The Group and Neotel have confirmed that the agreement between the parties has lapsed due to regulatory complexities in concluding the transaction as well as certain conditions not being fulfilled. Accordingly, the parties have agreed that the proposed restructured transaction can no longer be progressed.
In March 2016, a decision was taken to phase out the South African M-Pesa product offering during the course of the 2017 financial year.
Kenneth Makate
On 26 April 2016, the Constitutional Court overturned the South Gauteng High Court’s decision to dismiss Makate’s case, and instructed
the Group to enter into negotiations for compensation.
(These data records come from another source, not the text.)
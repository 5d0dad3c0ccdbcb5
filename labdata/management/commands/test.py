"""``manage.py test``: all set-up and the whole test suite; further words go to pytest as they are."""

import sys

from django.conf import settings
from django.core.management.base import BaseCommand


class Command(BaseCommand):
    help = "Install what the tests need, start private servers, run all tests (or those that pytest arguments name)."

    def run_from_argv(self, argv: list[str]) -> None:
        """Take all words for pytest's, but for --home, which manage.py has read, and --json."""
        from tests.setup.run import run  # noqa: PLC0415 - tests are no part of an installed service

        sys.exit(run(own_words_off(argv[2:]), settings.HOME, as_json="--json" in argv))


def own_words_off(words: list[str]) -> list[str]:
    """``words`` without ``--home DIR``, ``--home=DIR`` and ``--json``."""
    kept, skip = [], False
    for word in words:
        if skip:
            skip = False
        elif word == "--home":
            skip = True
        elif word != "--json" and not word.startswith("--home="):
            kept.append(word)
    return kept
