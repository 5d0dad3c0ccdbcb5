"""``pull``: a release, or today's working data, as a file: the same bytes that the API gives."""

import hashlib
import shutil
from pathlib import Path
from typing import Any

from django.core.management.base import CommandError, CommandParser

from labdata.access import find_project
from labdata.errors import InvalidInput, NotFound
from labdata.management.commands._base import ServiceCommand
from labdata.models import Release
from labdata.release.export import FORMATS
from labdata.release.pull import Download, pull_current, pull_release
from labdata.release.shapes import SHAPES

LARGEST_ID = 2**63 - 1


class Command(ServiceCommand):
    help = "Write a release, or today's working data of a project, to a file."

    def arguments(self, parser: CommandParser) -> None:
        parser.add_argument(
            "--release", type=int, metavar="ID", help="id of the release, as release and the API give it"
        )
        parser.add_argument("--project", metavar="SLUG", help="with --current: the project")
        parser.add_argument("--current", action="store_true", help="today's data, every result with its verdict")
        parser.add_argument("--format", choices=list(FORMATS), default="parquet")
        parser.add_argument("--shape", choices=list(SHAPES), default="long", help="a row a result, or an analysis")
        parser.add_argument("--include", choices=["rejected"], default="", help="rejected values of the release too")
        parser.add_argument("--out", required=True, metavar="FILE")

    def answer(self, **options: Any) -> dict[str, Any]:
        if options["current"] == (options["release"] is not None) or options["current"] != bool(options["project"]):
            raise CommandError("Give either --release ID, or --project SLUG --current.", returncode=2)
        if options["current"] and options["include"]:
            raise CommandError("--include goes with --release; --current has every verdict anyway.", returncode=2)
        download = self._download(options)
        sha256 = _save(download, Path(options["out"]))
        kind = download.content_type.split(";")[0]
        return {
            "out": options["out"], "format": options["format"], "shape": options["shape"], "content_type": kind,
            "bytes": download.size, "sha256": sha256,
        }  # fmt: skip

    def _download(self, options: dict[str, Any]) -> Download:
        asked = {"format_name": options["format"], "shape": options["shape"]}
        if options["current"]:
            return pull_current(find_project(options["project"]), **asked)
        wanted = options["release"]
        release = Release.objects.select_related("project").filter(pk=wanted).first() if wanted <= LARGEST_ID else None
        if release is None:
            raise NotFound(
                f"There is no release {wanted}.", remedy="The command release prints the id.", release=wanted
            )
        if release.withdrawn_at:
            self.progress(f"{release} was withdrawn: {release.withdrawn_reason}")
        return pull_release(release, include=options["include"], **asked)

    def show(self, answer: dict[str, Any]) -> None:
        self.stdout.write(f"{answer['out']}: {answer['bytes']} bytes, SHA-256 {answer['sha256']}")


def _save(download: Download, path: Path) -> str:
    """Write the file and return its SHA-256. Raises InvalidInput when it cannot be written there."""
    try:
        with download.file, path.open("wb") as out:
            shutil.copyfileobj(download.file, out)
        with path.open("rb") as written:
            return hashlib.file_digest(written, "sha256").hexdigest()
    except OSError as error:
        raise InvalidInput(f"{path} cannot be written: {error.strerror}.", remedy="Name another --out.") from None
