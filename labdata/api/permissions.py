"""Whether a request may reach a view at all; which rows it sees is the queryset's matter."""

from typing import TYPE_CHECKING

from rest_framework.permissions import SAFE_METHODS, BasePermission
from rest_framework.request import Request

from labdata.models import ApiToken, TokenScope

if TYPE_CHECKING:  # the views import the default permissions
    from rest_framework.views import APIView


class MembershipPermission(BasePermission):
    """Signed in; a read token only reads."""

    message = "This token only reads; a token of scope write may do this."

    def has_permission(self, request: Request, view: "APIView") -> bool:
        if not request.user.is_authenticated:
            return False
        token = request.auth
        reads_only = isinstance(token, ApiToken) and token.scope == TokenScope.READ
        return request.method in SAFE_METHODS or not reads_only
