"""``Idempotency-Key``: a POST sent twice is done once, and answered alike."""

import hashlib
import json
from collections.abc import Callable
from functools import partial, wraps
from typing import Any

from django.contrib.auth.models import User
from django.core.files.uploadedfile import UploadedFile
from django.db import IntegrityError, transaction
from django.utils.crypto import salted_hmac
from rest_framework.exceptions import APIException, ValidationError
from rest_framework.renderers import JSONRenderer
from rest_framework.request import Request
from rest_framework.response import Response

from labdata.api.callers import caller_of
from labdata.audit import canonical
from labdata.errors import Conflict, KerogateError
from labdata.models import IdempotencyRecord

KEY_LENGTH = 200
Handler = Callable[..., Response]


class KeyReused(Conflict):
    """The key came with another request before."""

    code = "idempotency_key_reused"
    status = 422


def once(handler: Handler) -> Handler:
    """A POST handler that, under one key, changes something once; later calls get the first answer.

    Record and change are one transaction. A refusal is not kept (the same key may be tried again), but what a
    service wrote on purpose while refusing stays, such as a wrong password on record.
    """

    @wraps(handler)
    def answer(view: Any, request: Request, *args: Any, **kwargs: Any) -> Response:
        key = request.headers.get("Idempotency-Key")
        if key is None:
            return handler(view, request, *args, **kwargs)
        if not (0 < len(key) <= KEY_LENGTH and key.isprintable()):
            raise ValidationError({"Idempotency-Key": [f"A key has 1 to {KEY_LENGTH} printable characters."]})
        user, digest = caller_of(request).user, _digest(request)
        return _earlier(user, key, digest) or _first(
            partial(handler, view, request, *args, **kwargs), user, key, digest
        )

    return answer


def _first(handler: Callable[[], Response], user: User, key: str, digest: str) -> Response:
    refusal: Exception | None = None
    with transaction.atomic():
        try:
            with transaction.atomic():
                held = IdempotencyRecord.objects.create(user=user, key=key, request_sha256=digest, status=0, body={})
        except IntegrityError:  # the same request, sent twice at the same moment: the other one was first
            replayed = _earlier(user, key, digest)
            if replayed is None:
                raise
            return replayed
        try:
            response = handler()
        except (KerogateError, APIException) as error:
            refusal = error
            held.delete()
        else:
            held.status = response.status_code
            data = json.loads(JSONRenderer().render(response.data))
            held.body = {"data": data, "location": response.headers.get("Location", "")}
            held.save(update_fields=["status", "body"])
    if refusal is not None:
        raise refusal
    return response


def _earlier(user: User, key: str, digest: str) -> Response | None:
    """The answer given before. Raises KeyReused when the key came with something else."""
    record = IdempotencyRecord.objects.filter(user=user, key=key).first()
    if record is None:
        return None
    if record.request_sha256 != digest:
        raise KeyReused(
            f"The Idempotency-Key «{key}» came with another request before.", remedy="Use a new key for a new request."
        )
    headers = {"Idempotent-Replayed": "true", "Location": record.body["location"]}
    return Response(record.body["data"], record.status, headers={name: text for name, text in headers.items() if text})


def _digest(request: Request) -> str:
    """Keyed hash over address and content (keyed, since a signature's content holds a password)."""
    fields = {
        name: hashlib.sha256(value.read()).hexdigest() if isinstance(value, UploadedFile) else value
        for name, value in _fields(request).items()
    }
    for value in _fields(request).values():
        if isinstance(value, UploadedFile):
            value.seek(0)
    token = getattr(request.auth, "project_id", None)
    text = canonical([request.method, request.path, token, fields])
    return salted_hmac("kerogate.idempotency", text, algorithm="sha256").hexdigest()


def _fields(request: Request) -> dict[str, Any]:
    data = request.data
    return dict(data.items()) if hasattr(data, "items") else {"": data}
Further details may be found in Note 26 and 28.
Final dividend
A final dividend of R5 952 million (400 cents per ordinary share) for the year ended 31 March 2016, was declared on Friday 13 May 2016,
payable on Monday 27 June 2016 to shareholders recorded in the register at the close of business on Friday 24 June 2016. The net
dividend after taking into account dividend withholding tax for those shareholders not exempt from dividend withholding tax is
340.00000 cents per share.
Other matters
The Board is not aware of any matter or circumstance arising since the end of the reporting period, not otherwise dealt with in the
consolidated annual financial statements, which significantly affects the financial position of the Group as at 31 March 2015 or the results
of its operations or cash flows for the year then ended.
During the current year, PricewaterhouseCoopers Inc. (‘PwC’) were appointed as the Group’s auditors. At the annual general meeting on Tuesday 19 July 2016, shareholders will be requested to appoint PwC as the Group’s auditors for the 2017 financial year and it will be noted that Mr DB von Hoesslin will be the individual registered auditor who will undertake the audit.